Feel free to add any tips!


----------



## mike047 (May 28, 2009)

RAMMIE said:


> 1  A dedicated cruncher doesn't need more than 1 gig of RAM.1 stick is best.The single       channel  penalty is easy to make up with increased CPU clocks.CPU speed rules in these projects.
> 2 Timings and RAM speed don't matter much.Again go for *CPU speed*.
> 3  x64 OS and 64 BOINC client will get more points than 32
> 4  Human Proteome Folding creates a lot of problems on a lot of machines.Avoid this project if  you see errors in it.
> ...




*GHZ* RULE


----------



## PaulieG (May 28, 2009)

This is a great thread to sticky...I think I will.


----------



## Amdguy (May 29, 2009)

Does anyone know what operating system will yield the best results?


----------



## FordGT90Concept (May 29, 2009)

RAMMIE said:


> 1  A dedicated cruncher doesn't need more than 1 gig of RAM.1 stick is best.The single       channel  penalty is easy to make up with increased CPU clocks.CPU speed rules in these projects.


My server is running 8 x ~100 MiB projects now.  I'd say 2 x 1 GiB sticks are ideal.  You get the added benefit of dual channel and have room for the OS too.




RAMMIE said:


> 4  Human Proteome Folding creates a lot of problems on a lot of machines.Avoid this project if  you see errors in it.

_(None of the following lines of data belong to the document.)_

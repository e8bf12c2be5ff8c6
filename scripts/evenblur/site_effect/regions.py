"""Means of regions in a scan before and after harmonisation."""

from collections.abc import Mapping, Sequence
from pathlib import Path
from typing import Any

import numpy as np
from numpy.typing import NDArray

from evenblur.errors import InputError
from evenblur.images.digests import image_sha256
from evenblur.images.reading import Image, open_image

FEWEST_VOXELS = 8
"""A region of fewer voxels gives no mean that could be compared."""

Place = Mapping[str, Any]


def region_means(
    before: Path,
    after: Path,
    *,
    places: Sequence[Place],
    study_dir: Path = Path(),
    expected: Mapping[str, str] | None = None,
    name: str | None = None,
) -> dict[str, dict[str, Any]]:
    """Mean of every region in a scan and in its harmonised image.

    Parameters
    ----------
    before, after
        The scan and its harmonised image.
    places
        Where the regions lie: `region` with `image` and `value`, or with `centre_mm` and `diameter_mm` (mm, in the
        scan's own space). Places of one name are taken together.
    study_dir
        The folder that the regions' images are relative to.
    expected
        Identities (SHA-256) that the scan and the regions' images must have, by path.
    name
        How messages call the scan.

    Returns
    -------
    dict
        By region: `voxels`, `before`, `after`, `why` (a sentence where there is no mean).

    Raises
    ------
    InputError
        If the scan or its harmonised image cannot be read, or a region's image changed since the run planned with it.

    Notes
    -----
    A voxel belongs to a region if its centre lies in a marked voxel of the label image, or within the sphere. A dynamic
    scan counts with the plain mean of its frames; voxels without a value are left out.
    """
    name = name or before.as_posix()
    scan = open_image(before, name=name)
    _see_that_it_is_the_same(before, name, expected or {})
    made = open_image(after)
    if scan.grid.shape != made.grid.shape:
        raise InputError(str(after), "has another grid than its scan", "delete it and run again")
    centres = _voxel_centres(scan)
    means = [_mean_frame(image) for image in (scan, made)]
    found: dict[str, dict[str, Any]] = {}
    for region in dict.fromkeys(str(place["region"]) for place in places):
        parts = [place for place in places if place["region"] == region]
        try:
            marked = np.zeros(scan.grid.shape, dtype=bool)
            for place in parts:
                marked |= _marked(place, centres, study_dir, expected or {})
        except InputError as error:
            if error.code is None:
                raise
            found[region] = _none(0, f"{error.what}; {error.mend}")
            continue
        usable = marked & np.isfinite(means[0]) & np.isfinite(means[1])
        voxels = int(usable.sum())
        if voxels < FEWEST_VOXELS:
            found[region] = _none(voxels, f"only {voxels} voxels of the scan lie in it")
            continue
        values = [float(f"{mean[usable].mean():.8g}") for mean in means]
        found[region] = {"voxels": voxels, "before": values[0], "after": values[1], "why": None}
    return found


def _see_that_it_is_the_same(path: Path, name: str, expected: Mapping[str, str]) -> None:
    if name in expected and image_sha256(path) != expected[name]:
        raise InputError(name, "the image changed during the run", "run again")


def _none(voxels: int, why: str) -> dict[str, Any]:
    return {"voxels": voxels, "before": None, "after": None, "why": why}


def _affine_mm(image: Image) -> NDArray[np.float64]:
    """The affine in millimetres: a header may count in other units, which the grid has brought to mm."""
    affine = np.array(image.source.affine, dtype=np.float64)
    affine[:3] *= image.grid.voxel_mm[0] / np.linalg.norm(affine[:3, 0])
    return affine


def _voxel_centres(image: Image) -> NDArray[np.float64]:
    """Centres of all voxels in the world's mm, shape (x, y, z, 3)."""
    affine = _affine_mm(image)
    index = np.stack(np.meshgrid(*(np.arange(n) for n in image.grid.shape), indexing="ij"), axis=-1)
    return np.asarray(index @ affine[:3, :3].T + affine[:3, 3])


def _mean_frame(image: Image) -> NDArray[np.float64]:
    total = image.frame(0)
    for index in range(1, image.frames):
        total = total + image.frame(index)
    return np.asarray(total / image.frames)


def _marked(
    place: Place, centres: NDArray[np.float64], study_dir: Path, expected: Mapping[str, str]
) -> NDArray[np.bool_]:
    if place.get("image") is None:
        distance = np.linalg.norm(centres - np.array(place["centre_mm"], dtype=float), axis=-1)
        return np.asarray(distance <= float(place["diameter_mm"]) / 2.0)
    name = str(place["image"])
    path = study_dir / name
    labels = open_image(path, name=name)
    _see_that_it_is_the_same(path, name, expected)
    values = labels.frame(0)
    back = np.linalg.inv(_affine_mm(labels))
    index = np.rint(centres @ back[:3, :3].T + back[:3, 3]).astype(np.int64)
    inside = np.all((index >= 0) & (index < np.array(values.shape)), axis=-1)
    seen = np.zeros(inside.shape)
    seen[inside] = values[tuple(index[inside].T)]
    wanted = place.get("value")
    return np.asarray(inside & (np.rint(seen) == wanted if wanted is not None else seen > 0))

I've done 207 results on Human Proteome Folding Phase 2 with zero errors.  If you get any errors at all, you pushed the computer too far.  That particular project might be harder on machines than the other ones.




Amdguy said:


> Does anyone know what operating system will yield the best results?


My guess is XP x64 or Server 2003 x64.  Vista usually only sees gains in gaming because of DirectX 10 and a loss in pretty much every thing else.  Windows 7 might be on par with XP x64/Server 2003 x64.


----------



## RAMMIE (May 29, 2009)

FordGT90Concept said:


> My server is running 8 x ~100 MiB projects now.  I'd say 2 x 1 GiB sticks are ideal.  You get the added benefit of dual channel and have room for the OS too.
> 
> 
> 
> ...



For a i7 with HT enabled or a dual CPU setup 2gigs would be needed.For a dedicated cruncher with a Quad or less 1 gig is more than enough.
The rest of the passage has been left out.